Look through the listing below and write out exactly the lines from the line with "2)^(1/n) / t½; the" to the line with "temperatures lose digits.", both included, and no others.
** Opening Input records block **
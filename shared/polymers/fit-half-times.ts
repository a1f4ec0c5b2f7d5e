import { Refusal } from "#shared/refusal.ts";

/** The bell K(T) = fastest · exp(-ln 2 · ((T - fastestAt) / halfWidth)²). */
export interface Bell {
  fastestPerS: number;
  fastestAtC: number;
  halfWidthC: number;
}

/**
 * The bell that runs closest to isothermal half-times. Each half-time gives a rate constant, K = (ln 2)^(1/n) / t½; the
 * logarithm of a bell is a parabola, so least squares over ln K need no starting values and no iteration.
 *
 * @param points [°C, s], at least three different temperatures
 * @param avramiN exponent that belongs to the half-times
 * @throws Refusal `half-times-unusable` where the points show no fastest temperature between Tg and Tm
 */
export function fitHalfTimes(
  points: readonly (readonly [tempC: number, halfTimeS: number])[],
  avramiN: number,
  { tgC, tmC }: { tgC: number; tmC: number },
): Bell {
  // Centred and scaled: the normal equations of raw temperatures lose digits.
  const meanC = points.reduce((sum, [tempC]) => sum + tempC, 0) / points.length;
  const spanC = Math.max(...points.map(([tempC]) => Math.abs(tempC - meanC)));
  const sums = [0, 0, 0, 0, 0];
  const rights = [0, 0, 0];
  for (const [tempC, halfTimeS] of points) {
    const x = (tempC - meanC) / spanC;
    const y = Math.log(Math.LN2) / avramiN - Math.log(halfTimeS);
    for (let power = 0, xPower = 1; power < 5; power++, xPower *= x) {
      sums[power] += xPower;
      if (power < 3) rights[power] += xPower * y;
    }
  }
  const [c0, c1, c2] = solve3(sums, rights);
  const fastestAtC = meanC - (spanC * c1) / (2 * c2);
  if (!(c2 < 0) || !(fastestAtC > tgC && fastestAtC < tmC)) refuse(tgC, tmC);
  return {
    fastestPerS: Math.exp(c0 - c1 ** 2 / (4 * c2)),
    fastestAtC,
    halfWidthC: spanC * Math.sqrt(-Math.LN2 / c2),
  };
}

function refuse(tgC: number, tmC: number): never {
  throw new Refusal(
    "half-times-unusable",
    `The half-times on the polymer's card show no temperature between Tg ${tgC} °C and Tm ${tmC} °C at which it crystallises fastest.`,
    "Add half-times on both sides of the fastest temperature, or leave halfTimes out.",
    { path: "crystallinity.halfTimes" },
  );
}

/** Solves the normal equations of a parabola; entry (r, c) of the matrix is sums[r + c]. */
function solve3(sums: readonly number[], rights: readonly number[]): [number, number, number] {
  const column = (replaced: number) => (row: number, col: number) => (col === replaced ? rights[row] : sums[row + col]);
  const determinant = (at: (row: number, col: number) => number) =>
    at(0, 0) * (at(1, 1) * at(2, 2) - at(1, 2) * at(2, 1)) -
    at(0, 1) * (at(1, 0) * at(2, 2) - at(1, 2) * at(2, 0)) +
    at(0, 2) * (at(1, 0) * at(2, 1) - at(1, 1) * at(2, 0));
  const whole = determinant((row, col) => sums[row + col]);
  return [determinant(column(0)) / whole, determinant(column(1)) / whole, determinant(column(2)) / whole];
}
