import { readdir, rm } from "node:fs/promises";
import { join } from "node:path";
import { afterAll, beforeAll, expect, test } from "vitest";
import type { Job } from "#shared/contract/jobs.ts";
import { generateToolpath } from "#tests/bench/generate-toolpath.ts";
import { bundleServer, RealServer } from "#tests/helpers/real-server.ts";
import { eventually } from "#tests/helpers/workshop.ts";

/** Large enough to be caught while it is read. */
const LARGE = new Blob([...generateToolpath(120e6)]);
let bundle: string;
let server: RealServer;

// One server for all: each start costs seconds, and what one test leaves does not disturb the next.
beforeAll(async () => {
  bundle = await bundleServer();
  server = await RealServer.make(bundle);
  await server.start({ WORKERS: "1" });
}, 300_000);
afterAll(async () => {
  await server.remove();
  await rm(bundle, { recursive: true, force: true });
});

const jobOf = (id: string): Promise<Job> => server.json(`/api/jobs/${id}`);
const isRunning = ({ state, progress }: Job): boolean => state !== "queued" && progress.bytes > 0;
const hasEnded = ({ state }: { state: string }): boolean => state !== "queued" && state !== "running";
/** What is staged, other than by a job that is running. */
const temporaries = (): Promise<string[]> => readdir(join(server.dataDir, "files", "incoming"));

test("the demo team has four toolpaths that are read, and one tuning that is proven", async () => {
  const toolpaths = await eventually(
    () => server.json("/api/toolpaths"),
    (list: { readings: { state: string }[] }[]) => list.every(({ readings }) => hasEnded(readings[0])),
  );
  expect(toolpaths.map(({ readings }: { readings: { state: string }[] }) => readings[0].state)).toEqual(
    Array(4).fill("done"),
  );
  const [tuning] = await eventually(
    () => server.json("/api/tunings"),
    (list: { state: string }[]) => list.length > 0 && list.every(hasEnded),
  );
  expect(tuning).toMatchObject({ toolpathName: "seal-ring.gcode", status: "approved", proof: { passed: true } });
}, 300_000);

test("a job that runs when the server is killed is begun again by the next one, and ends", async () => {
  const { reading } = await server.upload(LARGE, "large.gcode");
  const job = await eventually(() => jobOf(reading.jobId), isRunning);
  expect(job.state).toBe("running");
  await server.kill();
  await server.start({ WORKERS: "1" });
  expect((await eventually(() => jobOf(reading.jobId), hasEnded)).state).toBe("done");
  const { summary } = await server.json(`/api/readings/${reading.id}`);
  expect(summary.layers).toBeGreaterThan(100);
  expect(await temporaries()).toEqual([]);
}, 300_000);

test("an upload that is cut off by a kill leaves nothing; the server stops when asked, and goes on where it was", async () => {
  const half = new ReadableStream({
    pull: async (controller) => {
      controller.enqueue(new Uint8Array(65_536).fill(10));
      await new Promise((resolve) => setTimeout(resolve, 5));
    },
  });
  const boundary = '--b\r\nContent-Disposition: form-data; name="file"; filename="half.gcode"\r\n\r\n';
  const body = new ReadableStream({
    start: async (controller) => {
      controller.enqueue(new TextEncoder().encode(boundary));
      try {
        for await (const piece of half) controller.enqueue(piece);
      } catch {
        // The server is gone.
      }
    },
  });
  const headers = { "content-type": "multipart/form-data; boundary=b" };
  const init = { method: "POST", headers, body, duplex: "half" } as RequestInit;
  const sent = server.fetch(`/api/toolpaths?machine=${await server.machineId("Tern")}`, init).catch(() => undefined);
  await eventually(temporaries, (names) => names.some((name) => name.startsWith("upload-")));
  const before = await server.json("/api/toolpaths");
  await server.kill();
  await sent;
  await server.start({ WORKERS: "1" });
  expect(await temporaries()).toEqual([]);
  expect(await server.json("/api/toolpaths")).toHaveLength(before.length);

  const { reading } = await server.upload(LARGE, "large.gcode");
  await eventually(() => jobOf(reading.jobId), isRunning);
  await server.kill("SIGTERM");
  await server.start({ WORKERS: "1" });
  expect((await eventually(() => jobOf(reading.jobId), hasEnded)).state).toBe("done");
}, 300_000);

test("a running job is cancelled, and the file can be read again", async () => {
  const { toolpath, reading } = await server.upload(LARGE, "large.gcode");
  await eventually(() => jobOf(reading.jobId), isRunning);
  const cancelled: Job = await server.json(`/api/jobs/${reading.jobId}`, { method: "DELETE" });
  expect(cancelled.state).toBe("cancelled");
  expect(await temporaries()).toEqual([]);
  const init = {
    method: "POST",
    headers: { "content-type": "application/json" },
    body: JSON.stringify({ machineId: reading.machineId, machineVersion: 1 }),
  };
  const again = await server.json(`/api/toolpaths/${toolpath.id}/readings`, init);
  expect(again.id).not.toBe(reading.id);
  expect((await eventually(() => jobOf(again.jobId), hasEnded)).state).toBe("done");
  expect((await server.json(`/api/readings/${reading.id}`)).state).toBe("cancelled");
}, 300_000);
** Closing Input records block **
** Opening Input records block **
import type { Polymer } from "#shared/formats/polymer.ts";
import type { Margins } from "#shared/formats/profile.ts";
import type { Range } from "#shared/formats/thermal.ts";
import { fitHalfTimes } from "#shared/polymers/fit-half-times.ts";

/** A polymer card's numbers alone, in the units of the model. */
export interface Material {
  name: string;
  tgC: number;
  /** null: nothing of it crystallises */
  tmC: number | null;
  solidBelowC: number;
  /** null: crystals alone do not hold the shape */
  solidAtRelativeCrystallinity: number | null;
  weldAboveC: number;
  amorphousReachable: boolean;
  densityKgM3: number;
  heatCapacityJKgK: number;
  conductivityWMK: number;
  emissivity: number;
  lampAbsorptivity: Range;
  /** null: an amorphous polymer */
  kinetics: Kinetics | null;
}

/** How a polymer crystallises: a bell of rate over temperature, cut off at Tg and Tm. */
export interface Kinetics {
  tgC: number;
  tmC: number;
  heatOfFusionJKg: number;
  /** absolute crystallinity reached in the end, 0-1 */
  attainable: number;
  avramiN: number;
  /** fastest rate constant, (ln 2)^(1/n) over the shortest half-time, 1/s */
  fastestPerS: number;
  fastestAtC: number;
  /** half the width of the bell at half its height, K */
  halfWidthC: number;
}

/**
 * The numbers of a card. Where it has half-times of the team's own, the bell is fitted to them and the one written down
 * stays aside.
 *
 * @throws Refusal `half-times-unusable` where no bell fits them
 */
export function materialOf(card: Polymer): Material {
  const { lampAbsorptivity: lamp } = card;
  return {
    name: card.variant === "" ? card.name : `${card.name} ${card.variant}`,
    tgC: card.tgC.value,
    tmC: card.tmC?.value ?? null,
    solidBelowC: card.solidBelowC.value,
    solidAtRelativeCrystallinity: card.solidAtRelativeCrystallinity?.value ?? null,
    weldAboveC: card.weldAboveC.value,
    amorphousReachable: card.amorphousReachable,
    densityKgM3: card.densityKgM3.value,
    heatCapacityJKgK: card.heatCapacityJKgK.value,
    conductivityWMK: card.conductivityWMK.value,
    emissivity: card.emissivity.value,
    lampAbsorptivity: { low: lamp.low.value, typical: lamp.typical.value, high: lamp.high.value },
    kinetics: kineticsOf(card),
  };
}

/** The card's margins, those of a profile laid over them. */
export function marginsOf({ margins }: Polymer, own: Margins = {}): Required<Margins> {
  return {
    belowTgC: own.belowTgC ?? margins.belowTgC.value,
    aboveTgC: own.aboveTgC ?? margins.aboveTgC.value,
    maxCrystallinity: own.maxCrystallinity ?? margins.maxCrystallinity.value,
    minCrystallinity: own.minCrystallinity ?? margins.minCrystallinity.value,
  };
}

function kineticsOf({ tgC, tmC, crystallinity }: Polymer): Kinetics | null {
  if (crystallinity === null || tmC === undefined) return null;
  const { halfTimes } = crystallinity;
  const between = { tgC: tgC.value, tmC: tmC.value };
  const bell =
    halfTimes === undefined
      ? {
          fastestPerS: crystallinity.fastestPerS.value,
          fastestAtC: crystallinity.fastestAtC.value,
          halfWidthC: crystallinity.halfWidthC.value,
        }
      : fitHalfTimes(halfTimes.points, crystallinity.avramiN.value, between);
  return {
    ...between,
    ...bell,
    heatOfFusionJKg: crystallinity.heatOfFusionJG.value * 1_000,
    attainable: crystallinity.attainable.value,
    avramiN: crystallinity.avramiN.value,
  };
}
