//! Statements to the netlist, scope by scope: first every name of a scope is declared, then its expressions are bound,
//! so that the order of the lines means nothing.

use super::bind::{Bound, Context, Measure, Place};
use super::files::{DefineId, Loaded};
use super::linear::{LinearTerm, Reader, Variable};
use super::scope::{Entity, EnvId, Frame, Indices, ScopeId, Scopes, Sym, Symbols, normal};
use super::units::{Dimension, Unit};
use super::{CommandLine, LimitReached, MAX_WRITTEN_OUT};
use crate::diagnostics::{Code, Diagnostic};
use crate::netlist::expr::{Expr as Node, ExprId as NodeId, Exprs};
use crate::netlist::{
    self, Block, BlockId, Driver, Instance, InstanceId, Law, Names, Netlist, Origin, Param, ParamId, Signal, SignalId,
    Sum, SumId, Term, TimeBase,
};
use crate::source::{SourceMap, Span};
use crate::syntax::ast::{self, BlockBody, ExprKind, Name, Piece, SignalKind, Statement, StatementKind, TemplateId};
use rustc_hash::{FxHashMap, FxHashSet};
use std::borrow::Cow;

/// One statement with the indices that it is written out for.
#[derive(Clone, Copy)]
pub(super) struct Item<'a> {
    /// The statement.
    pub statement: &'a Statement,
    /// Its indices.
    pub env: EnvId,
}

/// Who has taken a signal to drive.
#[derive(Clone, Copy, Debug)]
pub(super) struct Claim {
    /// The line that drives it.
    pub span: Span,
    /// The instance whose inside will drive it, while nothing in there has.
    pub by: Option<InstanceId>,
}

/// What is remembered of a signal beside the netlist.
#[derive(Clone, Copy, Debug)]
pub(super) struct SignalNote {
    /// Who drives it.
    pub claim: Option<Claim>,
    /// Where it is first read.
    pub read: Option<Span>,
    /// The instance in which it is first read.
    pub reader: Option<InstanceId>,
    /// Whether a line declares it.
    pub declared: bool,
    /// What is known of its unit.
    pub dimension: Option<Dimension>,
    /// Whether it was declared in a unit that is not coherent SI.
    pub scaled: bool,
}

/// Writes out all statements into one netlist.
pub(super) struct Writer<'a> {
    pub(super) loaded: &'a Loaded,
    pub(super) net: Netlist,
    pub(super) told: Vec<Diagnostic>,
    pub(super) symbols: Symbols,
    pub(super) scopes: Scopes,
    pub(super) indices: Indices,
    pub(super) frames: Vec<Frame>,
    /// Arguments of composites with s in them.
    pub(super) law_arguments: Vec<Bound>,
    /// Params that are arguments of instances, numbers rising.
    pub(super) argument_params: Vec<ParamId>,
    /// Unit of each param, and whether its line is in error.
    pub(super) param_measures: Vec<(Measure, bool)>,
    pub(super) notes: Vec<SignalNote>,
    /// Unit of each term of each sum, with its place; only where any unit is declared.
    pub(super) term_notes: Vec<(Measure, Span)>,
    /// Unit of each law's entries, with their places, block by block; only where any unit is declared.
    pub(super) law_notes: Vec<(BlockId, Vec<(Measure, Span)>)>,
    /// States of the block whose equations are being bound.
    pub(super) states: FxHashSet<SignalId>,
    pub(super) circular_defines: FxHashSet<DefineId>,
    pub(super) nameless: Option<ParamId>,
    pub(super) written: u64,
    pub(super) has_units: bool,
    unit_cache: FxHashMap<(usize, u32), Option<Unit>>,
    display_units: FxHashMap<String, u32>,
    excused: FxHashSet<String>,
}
** Closing Input records block **
**Answer**
 * The bell that runs closest to isothermal half-times. Each half-time gives a rate constant, K = (ln 2)^(1/n) / t½; the
 * logarithm of a bell is a parabola, so least squares over ln K need no starting values and no iteration.
 *
 * @param points [°C, s], at least three different temperatures
 * @param avramiN exponent that belongs to the half-times
 * @throws Refusal `half-times-unusable` where the points show no fastest temperature between Tg and Tm
 */
export function fitHalfTimes(
  points: readonly (readonly [tempC: number, halfTimeS: number])[],
  avramiN: number,
  { tgC, tmC }: { tgC: number; tmC: number },
): Bell {
  // Centred and scaled: the normal equations of raw temperatures lose digits.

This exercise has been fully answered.